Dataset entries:
++++++++++

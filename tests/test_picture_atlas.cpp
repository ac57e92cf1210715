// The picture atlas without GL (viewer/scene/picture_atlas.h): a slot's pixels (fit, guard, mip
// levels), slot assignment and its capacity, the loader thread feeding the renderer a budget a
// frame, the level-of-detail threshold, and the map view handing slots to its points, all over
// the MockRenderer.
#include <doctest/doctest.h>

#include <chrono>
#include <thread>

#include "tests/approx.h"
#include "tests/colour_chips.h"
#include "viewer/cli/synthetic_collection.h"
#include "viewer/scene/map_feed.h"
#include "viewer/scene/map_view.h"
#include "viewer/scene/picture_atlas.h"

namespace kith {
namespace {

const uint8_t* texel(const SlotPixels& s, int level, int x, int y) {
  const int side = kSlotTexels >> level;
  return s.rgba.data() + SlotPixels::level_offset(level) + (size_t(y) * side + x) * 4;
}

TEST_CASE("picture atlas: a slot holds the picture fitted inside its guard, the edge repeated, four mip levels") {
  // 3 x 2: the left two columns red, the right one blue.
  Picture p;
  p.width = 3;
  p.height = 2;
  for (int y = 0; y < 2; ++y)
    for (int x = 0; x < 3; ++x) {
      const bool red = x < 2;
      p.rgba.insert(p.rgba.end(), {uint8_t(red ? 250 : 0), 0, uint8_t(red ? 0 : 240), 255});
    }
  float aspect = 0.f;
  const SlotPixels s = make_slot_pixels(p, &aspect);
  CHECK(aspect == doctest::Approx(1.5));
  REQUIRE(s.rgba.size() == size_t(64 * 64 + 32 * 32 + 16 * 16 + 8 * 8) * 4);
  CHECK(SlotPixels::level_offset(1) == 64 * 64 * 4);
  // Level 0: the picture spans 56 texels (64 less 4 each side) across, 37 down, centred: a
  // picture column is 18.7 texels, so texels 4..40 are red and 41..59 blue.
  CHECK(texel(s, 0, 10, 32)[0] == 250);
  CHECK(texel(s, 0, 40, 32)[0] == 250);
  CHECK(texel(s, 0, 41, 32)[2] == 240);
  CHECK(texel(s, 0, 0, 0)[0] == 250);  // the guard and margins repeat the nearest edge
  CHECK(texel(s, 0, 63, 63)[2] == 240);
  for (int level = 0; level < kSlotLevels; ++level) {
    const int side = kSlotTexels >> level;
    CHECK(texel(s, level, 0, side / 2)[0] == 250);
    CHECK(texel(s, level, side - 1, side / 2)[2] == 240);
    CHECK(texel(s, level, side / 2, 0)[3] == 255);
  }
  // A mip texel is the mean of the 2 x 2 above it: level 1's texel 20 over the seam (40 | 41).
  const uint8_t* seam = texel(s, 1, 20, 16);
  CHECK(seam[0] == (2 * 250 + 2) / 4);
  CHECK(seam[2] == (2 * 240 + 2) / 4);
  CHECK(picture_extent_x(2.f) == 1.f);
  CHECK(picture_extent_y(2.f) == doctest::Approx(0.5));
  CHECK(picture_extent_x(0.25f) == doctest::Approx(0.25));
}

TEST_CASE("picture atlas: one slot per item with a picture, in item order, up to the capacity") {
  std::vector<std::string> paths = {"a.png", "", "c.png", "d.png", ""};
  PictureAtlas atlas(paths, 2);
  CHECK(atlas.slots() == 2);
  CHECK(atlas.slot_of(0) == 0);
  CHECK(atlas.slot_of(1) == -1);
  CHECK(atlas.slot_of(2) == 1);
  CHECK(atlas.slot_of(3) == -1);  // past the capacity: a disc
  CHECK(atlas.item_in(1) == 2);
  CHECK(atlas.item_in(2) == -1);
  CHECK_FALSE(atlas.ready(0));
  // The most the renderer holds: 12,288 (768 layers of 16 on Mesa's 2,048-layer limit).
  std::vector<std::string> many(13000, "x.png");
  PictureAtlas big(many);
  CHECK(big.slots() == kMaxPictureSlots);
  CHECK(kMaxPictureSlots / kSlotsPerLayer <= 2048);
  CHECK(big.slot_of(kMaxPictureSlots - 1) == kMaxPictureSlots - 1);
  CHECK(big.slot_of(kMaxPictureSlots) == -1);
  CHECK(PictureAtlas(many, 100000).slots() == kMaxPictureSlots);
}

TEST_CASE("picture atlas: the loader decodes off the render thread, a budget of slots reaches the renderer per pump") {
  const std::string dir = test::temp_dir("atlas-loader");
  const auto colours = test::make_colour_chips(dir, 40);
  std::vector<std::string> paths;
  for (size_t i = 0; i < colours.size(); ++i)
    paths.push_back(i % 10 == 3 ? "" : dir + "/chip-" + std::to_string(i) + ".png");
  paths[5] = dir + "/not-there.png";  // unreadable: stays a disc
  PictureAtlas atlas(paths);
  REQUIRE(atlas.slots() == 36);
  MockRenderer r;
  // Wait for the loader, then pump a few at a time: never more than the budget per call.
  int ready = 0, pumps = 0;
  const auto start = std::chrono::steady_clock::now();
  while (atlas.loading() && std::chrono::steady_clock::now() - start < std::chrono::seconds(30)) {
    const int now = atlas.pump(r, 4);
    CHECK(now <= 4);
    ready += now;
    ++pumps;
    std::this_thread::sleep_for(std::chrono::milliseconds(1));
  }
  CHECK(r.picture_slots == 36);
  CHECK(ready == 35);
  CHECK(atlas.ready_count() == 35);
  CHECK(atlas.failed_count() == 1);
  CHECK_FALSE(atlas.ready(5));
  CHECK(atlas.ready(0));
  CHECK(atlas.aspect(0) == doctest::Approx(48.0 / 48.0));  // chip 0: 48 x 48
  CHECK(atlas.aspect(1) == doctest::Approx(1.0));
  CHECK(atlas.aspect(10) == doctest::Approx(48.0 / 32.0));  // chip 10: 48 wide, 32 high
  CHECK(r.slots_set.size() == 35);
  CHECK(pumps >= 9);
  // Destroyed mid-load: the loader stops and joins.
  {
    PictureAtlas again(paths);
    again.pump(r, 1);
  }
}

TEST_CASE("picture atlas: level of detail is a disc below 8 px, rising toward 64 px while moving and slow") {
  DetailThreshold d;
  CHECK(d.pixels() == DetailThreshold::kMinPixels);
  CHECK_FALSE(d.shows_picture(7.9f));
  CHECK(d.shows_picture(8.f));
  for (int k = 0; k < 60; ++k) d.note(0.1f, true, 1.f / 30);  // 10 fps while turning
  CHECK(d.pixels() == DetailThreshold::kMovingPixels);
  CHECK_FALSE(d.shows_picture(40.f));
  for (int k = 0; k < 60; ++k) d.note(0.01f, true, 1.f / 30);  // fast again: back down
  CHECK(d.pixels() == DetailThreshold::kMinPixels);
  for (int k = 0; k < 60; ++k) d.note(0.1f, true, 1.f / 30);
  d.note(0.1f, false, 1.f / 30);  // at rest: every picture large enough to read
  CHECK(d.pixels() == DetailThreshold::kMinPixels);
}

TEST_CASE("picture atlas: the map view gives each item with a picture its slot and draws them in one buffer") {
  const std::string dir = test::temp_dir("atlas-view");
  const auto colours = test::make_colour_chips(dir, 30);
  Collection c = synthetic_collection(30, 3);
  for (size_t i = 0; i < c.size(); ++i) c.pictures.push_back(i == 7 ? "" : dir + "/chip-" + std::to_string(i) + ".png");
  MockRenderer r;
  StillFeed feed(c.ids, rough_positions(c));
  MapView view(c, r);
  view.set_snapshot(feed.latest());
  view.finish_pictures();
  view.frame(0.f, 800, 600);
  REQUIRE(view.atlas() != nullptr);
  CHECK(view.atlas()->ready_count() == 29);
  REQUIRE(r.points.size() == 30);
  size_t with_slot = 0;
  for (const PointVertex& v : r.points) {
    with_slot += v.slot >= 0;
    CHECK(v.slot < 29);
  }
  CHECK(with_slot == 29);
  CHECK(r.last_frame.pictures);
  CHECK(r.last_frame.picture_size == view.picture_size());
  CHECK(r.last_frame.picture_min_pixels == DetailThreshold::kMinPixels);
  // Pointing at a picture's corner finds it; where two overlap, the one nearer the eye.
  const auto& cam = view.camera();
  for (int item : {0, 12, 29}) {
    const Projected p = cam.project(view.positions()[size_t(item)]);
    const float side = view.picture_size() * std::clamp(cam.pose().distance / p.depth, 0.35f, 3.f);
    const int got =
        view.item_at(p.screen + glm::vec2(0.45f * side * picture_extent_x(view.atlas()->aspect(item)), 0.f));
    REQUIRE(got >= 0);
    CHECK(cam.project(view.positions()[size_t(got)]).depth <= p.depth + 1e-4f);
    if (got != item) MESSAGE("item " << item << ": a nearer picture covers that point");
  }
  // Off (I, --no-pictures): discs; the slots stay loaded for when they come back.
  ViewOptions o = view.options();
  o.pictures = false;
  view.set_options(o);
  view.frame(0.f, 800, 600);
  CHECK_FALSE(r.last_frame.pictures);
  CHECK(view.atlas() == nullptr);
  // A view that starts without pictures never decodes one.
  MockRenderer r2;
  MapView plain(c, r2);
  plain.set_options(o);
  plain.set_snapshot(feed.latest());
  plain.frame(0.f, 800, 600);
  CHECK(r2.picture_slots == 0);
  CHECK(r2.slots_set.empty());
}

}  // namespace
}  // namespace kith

++++++++++

## WHAT TO PRODUCE
From the entries above, print the lines beginning at the one with "CHECK(atlas.slot_of(1) == -1);" and stopping after the one with "REQUIRE(atlas.slots() == 36);", exactly as written and with nothing else.

## WRITTEN ANSWER
  CHECK(atlas.slot_of(1) == -1);
  CHECK(atlas.slot_of(2) == 1);
  CHECK(atlas.slot_of(3) == -1);  // past the capacity: a disc
  CHECK(atlas.item_in(1) == 2);
  CHECK(atlas.item_in(2) == -1);
  CHECK_FALSE(atlas.ready(0));
  // The most the renderer holds: 12,288 (768 layers of 16 on Mesa's 2,048-layer limit).
  std::vector<std::string> many(13000, "x.png");
  PictureAtlas big(many);
  CHECK(big.slots() == kMaxPictureSlots);
  CHECK(kMaxPictureSlots / kSlotsPerLayer <= 2048);
  CHECK(big.slot_of(kMaxPictureSlots - 1) == kMaxPictureSlots - 1);
  CHECK(big.slot_of(kMaxPictureSlots) == -1);
  CHECK(PictureAtlas(many, 100000).slots() == kMaxPictureSlots);
}

TEST_CASE("picture atlas: the loader decodes off the render thread, a budget of slots reaches the renderer per pump") {
  const std::string dir = test::temp_dir("atlas-loader");
  const auto colours = test::make_colour_chips(dir, 40);
  std::vector<std::string> paths;
  for (size_t i = 0; i < colours.size(); ++i)
    paths.push_back(i % 10 == 3 ? "" : dir + "/chip-" + std::to_string(i) + ".png");
  paths[5] = dir + "/not-there.png";  // unreadable: stays a disc
  PictureAtlas atlas(paths);
  REQUIRE(atlas.slots() == 36);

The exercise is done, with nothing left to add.